**What is required:**
Please reproduce the full set of data below exactly.
━━━━━ Supplied data
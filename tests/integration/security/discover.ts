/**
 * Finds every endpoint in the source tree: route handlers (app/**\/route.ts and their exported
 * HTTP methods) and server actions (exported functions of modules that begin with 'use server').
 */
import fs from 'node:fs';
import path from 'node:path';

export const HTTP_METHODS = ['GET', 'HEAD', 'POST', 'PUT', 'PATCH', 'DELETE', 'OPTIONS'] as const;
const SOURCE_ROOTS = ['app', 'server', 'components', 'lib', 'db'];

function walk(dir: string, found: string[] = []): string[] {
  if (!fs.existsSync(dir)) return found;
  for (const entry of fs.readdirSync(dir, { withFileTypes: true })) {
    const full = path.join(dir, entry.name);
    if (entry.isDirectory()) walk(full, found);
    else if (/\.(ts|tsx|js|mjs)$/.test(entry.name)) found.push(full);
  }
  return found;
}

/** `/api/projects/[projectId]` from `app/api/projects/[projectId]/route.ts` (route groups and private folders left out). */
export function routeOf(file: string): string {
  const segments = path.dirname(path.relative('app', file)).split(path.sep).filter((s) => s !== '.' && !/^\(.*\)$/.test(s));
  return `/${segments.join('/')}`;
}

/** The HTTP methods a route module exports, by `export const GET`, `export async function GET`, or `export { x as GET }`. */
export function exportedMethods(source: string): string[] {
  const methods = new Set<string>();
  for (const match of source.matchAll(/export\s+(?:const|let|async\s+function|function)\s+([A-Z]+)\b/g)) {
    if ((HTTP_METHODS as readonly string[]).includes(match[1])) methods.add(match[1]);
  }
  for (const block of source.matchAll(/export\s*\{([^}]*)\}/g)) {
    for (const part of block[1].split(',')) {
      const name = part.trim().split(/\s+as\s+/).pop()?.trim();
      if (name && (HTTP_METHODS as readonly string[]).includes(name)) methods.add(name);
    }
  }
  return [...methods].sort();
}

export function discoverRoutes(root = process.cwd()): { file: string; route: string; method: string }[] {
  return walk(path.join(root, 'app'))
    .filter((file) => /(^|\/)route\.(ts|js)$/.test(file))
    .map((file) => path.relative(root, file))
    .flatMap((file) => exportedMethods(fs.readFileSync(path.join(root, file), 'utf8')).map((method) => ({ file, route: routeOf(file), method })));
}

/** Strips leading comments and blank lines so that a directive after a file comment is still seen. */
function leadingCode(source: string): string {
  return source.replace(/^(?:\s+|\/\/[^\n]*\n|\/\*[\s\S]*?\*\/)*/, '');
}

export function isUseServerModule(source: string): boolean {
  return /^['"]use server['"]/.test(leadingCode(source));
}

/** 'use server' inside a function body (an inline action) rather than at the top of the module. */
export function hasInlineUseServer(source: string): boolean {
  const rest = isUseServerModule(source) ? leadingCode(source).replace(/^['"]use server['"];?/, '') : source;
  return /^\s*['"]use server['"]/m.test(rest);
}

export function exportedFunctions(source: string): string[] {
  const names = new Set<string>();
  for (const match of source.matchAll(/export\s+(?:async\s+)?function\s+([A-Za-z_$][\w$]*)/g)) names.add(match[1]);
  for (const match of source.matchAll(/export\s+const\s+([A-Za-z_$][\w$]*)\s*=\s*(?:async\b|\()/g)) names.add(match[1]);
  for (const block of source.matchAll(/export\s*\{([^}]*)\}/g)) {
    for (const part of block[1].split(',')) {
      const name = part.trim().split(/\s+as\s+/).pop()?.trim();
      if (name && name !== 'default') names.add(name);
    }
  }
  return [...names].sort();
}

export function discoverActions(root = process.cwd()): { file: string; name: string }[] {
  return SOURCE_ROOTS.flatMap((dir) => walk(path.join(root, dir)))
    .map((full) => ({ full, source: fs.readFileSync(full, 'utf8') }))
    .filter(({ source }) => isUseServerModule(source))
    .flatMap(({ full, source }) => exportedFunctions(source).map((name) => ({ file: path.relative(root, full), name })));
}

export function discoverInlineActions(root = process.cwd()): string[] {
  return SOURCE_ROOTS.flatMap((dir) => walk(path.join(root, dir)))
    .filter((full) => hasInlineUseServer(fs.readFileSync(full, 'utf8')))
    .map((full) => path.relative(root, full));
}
━━━━━━━━━━
**Answer section:**
filename tests/integration/security/discover.ts
/**
 * Finds every endpoint in the source tree: route handlers (app/**\/route.ts and their exported
 * HTTP methods) and server actions (exported functions of modules that begin with 'use server').
 */
import fs from 'node:fs';
import path from 'node:path';

export const HTTP_METHODS = ['GET', 'HEAD', 'POST', 'PUT', 'PATCH', 'DELETE', 'OPTIONS'] as const;
const SOURCE_ROOTS = ['app', 'server', 'components', 'lib', 'db'];

function walk(dir: string, found: string[] = []): string[] {
  if (!fs.existsSync(dir)) return found;
  for (const entry of fs.readdirSync(dir, { withFileTypes: true })) {
    const full = path.join(dir, entry.name);
    if (entry.isDirectory()) walk(full, found);
    else if (/\.(ts|tsx|js|mjs)$/.test(entry.name)) found.push(full);
  }
  return found;
}

/** `/api/projects/[projectId]` from `app/api/projects/[projectId]/route.ts` (route groups and private folders left out). */
export function routeOf(file: string): string {
  const segments = path.dirname(path.relative('app', file)).split(path.sep).filter((s) => s !== '.' && !/^\(.*\)$/.test(s));
  return `/${segments.join('/')}`;
}

/** The HTTP methods a route module exports, by `export const GET`, `export async function GET`, or `export { x as GET }`. */
export function exportedMethods(source: string): string[] {
  const methods = new Set<string>();
  for (const match of source.matchAll(/export\s+(?:const|let|async\s+function|function)\s+([A-Z]+)\b/g)) {
    if ((HTTP_METHODS as readonly string[]).includes(match[1])) methods.add(match[1]);
  }
  for (const block of source.matchAll(/export\s*\{([^}]*)\}/g)) {
    for (const part of block[1].split(',')) {
      const name = part.trim().split(/\s+as\s+/).pop()?.trim();
      if (name && (HTTP_METHODS as readonly string[]).includes(name)) methods.add(name);
    }
  }
  return [...methods].sort();
}

export function discoverRoutes(root = process.cwd()): { file: string; route: string; method: string }[] {
  return walk(path.join(root, 'app'))
    .filter((file) => /(^|\/)route\.(ts|js)$/.test(file))
    .map((file) => path.relative(root, file))
    .flatMap((file) => exportedMethods(fs.readFileSync(path.join(root, file), 'utf8')).map((method) => ({ file, route: routeOf(file), method })));
}

/** Strips leading comments and blank lines so that a directive after a file comment is still seen. */
function leadingCode(source: string): string {
  return source.replace(/^(?:\s+|\/\/[^\n]*\n|\/\*[\s\S]*?\*\/)*/, '');
}

export function isUseServerModule(source: string): boolean {
  return /^['"]use server['"]/.test(leadingCode(source));
}

/** 'use server' inside a function body (an inline action) rather than at the top of the module. */
export function hasInlineUseServer(source: string): boolean {
  const rest = isUseServerModule(source) ? leadingCode(source).replace(/^['"]use server['"];?/, '') : source;
  return /^\s*['"]use server['"]/m.test(rest);
}

export function exportedFunctions(source: string): string[] {
  const names = new Set<string>();
  for (const match of source.matchAll(/export\s+(?:async\s+)?function\s+([A-Za-z_$][\w$]*)/g)) names.add(match[1]);
  for (const match of source.matchAll(/export\s+const\s+([A-Za-z_$][\w$]*)\s*=\s*(?:async\b|\()/g)) names.add(match[1]);
  for (const block of source.matchAll(/export\s*\{([^}]*)\}/g)) {
    for (const part of block[1].split(',')) {
      const name = part.trim().split(/\s+as\s+/).pop()?.trim();
      if (name && name !== 'default') names.add(name);
    }
  }
  return [...names].sort();
}

export function discoverActions(root = process.cwd()): { file: string; name: string }[] {
  return SOURCE_ROOTS.flatMap((dir) => walk(path.join(root, dir)))
    .map((full) => ({ full, source: fs.readFileSync(full, 'utf8') }))
    .filter(({ source }) => isUseServerModule(source))
    .flatMap(({ full, source }) => exportedFunctions(source).map((name) => ({ file: path.relative(root, full), name })));
}

export function discoverInlineActions(root = process.cwd()): string[] {
  return SOURCE_ROOTS.flatMap((dir) => walk(path.join(root, dir)))
    .filter((full) => hasInlineUseServer(fs.readFileSync(full, 'utf8')))
    .map((full) => path.relative(root, full));
}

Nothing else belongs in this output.